For all intents and purposes, these wallpapers are free to the end user. Additionally, resold versions of the OS also have a cost approaching 0. Finally, the marketplace for resold wallpapers that were effectively free to the end user is nonexistent. Though there may still be interesting legal questions here, as you point out, the creators of the wallpapers almost certainly retain no rights anyway.
The point isn't that the photographers don't have rights to these particular photos.
The point is you criticize a person for even asking the question.
Not everyone has the same insight into the licensing and legal ramifications of images being distributed with OSes, and there's never a reason to be condescending and demeaning to someone asking a simple question.

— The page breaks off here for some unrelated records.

"""Result store and lock: a real Zarr v3 directory in tmp_path, read back with plain xarray."""

from __future__ import annotations

import os
import re
import socket
import subprocess
import sys
import threading
import time
import warnings
from datetime import datetime
from pathlib import Path

import numpy as np
import pytest
import xarray as xr
import zarr

from capsweep.axes import key_axis
from capsweep.errors import StoreError
from capsweep.flags import OUTCOMES, STATUSES
from capsweep.locks import STORE_LOCK_NAME as LOCK_NAME
from capsweep.locks import holder, store_lock
from capsweep.results_schema import layout
from capsweep.results_schema import store as store_module
from capsweep.results_schema.dataset import flag_labels, open_dataset
from capsweep.results_schema.layout import GridSpec
from capsweep.results_schema.store import (
    GROWING_NAME,
    STRING_VARIABLES,
    Batching,
    ResultStore,
    create_store,
    grow_store,
    point_block,
)

AXES = (
    key_axis("n_assemblies", "assemblies.count", (1, 2, 4)),
    key_axis("beta", "plasticity.heterosynaptic.beta", (0.0, 0.05)),
    key_axis("imprint", "assemblies.imprint", ("prewired", "learned")),
)
REPLICATES = 2
SHAPE = (3, 2, 2, REPLICATES)
GRID = GridSpec(axes=AXES, replicates=REPLICATES, n_assembly=4, n_snapshot=3, n_time_bin=50, time_bin_s=0.01,
                fingerprint="grid-a", attrs={"sweep_name": "odour-capacity-test", "sweep_file": "[sweep]\n"})
SEEDS = np.arange(np.prod(SHAPE), dtype=np.int64).reshape(SHAPE) * 7919 + 2**40
POINT_IDS = np.array([f"odour-{i:03d}" for i in range(np.prod(SHAPE))], dtype=object).reshape(SHAPE)


def make_store(tmp_path: Path) -> Path:
    path = tmp_path / "odour.zarr"
    create_store(path, GRID, POINT_IDS, SEEDS)
    return path


def plain_open(path: Path, **kwargs) -> xr.Dataset:
    """xr.open_zarr as a user would call it, with every warning turned into an error.

    Tests after the first pass chunks=None (no dask graph of one task per point and variable).
    """
    with warnings.catch_warnings():
        warnings.simplefilter("error")
        return xr.open_zarr(path, **kwargs).load()


def point_result(n_assemblies: int, recalled: int) -> dict:
    """A result as the runner returns it: flags as labels, inner arrays shorter than their dims."""
    return {
        "outcome": "runaway", "engine": "cython", "runaway_onset_s": 7.5, "recalled_count": recalled,
        "rate_exc_baseline_hz": 2.8, "rate_inh_baseline_hz": 7.4, "isi_cv_exc": 0.9, "rate_exc_hold_end_hz": 15.5,
        "imprint_contrast": np.nan, "wall_time_s": 12.25, "setup_time_s": 0.5, "simulated_time_s": 9.0, "n_synapses": 80000,
        "recall_quality": np.linspace(0.9, 0.6, n_assemblies), "persistence": np.full(n_assemblies, 0.1),
        "completion": np.full(n_assemblies, 0.8), "spurious": np.full(n_assemblies, 0.02),
        "cross_talk": np.full(n_assemblies, 0.05), "weight_correlation": [1.0, 0.97],
        "assembly_contrast": [5.0, 4.8], "snapshot_time_s": [1.0, 5.5],
        "rate_exc_hz": np.arange(30, dtype=float), "rate_inh_hz": np.arange(30, dtype=float) * 2,
        "rate_exc_tail_hz": 3.1, "recall_score": np.linspace(0.95, 0.7, n_assemblies),
        "persistence_score": np.full(n_assemblies, 0.2), "recall_contrast": np.full(n_assemblies, 4.0),
        "cue_time_s": 8.0 + 0.7 * np.arange(n_assemblies), "retention_s": np.full(n_assemblies, 7.0),
        "retention_delay_s": [7.0], "retention_recalled": [recalled], "retention_score": [0.8],
        "retention_tested": [n_assemblies], "age_recalled": np.full(n_assemblies, -1), "age_tested": np.full(n_assemblies, -1),
        "age_score": np.full(n_assemblies, np.nan), "age_s": np.full(n_assemblies, np.nan),
        "weight_in": [0.05, 0.06], "weight_out": [0.05, 0.04], "weight_within": [0.25, 0.27],
        "overlap_recalled_count": recalled, "already_active_count": 1, "stuck_count": 0,
        "recall_state": ["already_active"] + ["recalled"] * (n_assemblies - 1),
        "evoked_completion_hz": np.full(n_assemblies, 12.5), "recall_p_value": np.full(n_assemblies, 0.002),
        "recall_p_cells": np.full(n_assemblies, 0.001), "recall_p_times": np.full(n_assemblies, 0.002),
        "recall_z": np.full(n_assemblies, 4.2), "precue_rate_hz": np.full(n_assemblies, 2.5),
        "stuck_onset_s": np.full(n_assemblies, np.nan), "test_position": np.arange(n_assemblies)[::-1],
        "weight_between": [0.05, 0.05], "threads": 1, "upper_share_within": [np.nan, np.nan],
        "upper_share_between": [np.nan, np.nan], "upper_share_other": [np.nan, np.nan],
    }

You could have chosen to educate them in a helpful and friendly way, but you didn't.
You're absolutely right that my reply wasn't the friendlies way to go about things. I bit back to the original comment, and I shouldn't have done that.
The original comment I was responding to was, in its entirety:
"Whatever happened to copyright..."
And I'm gonna be honest: to me, that is not just asking an innocent question in a friendly and non-confrontational way. It's implicitly pretty accusatory.
It’s been very hard to find in decent resolution and quality. I’ve tried to use various upscaling tools, I’ve tried to do it manually (reconstructing it with vectors), but I’ve never been quite happy with the result.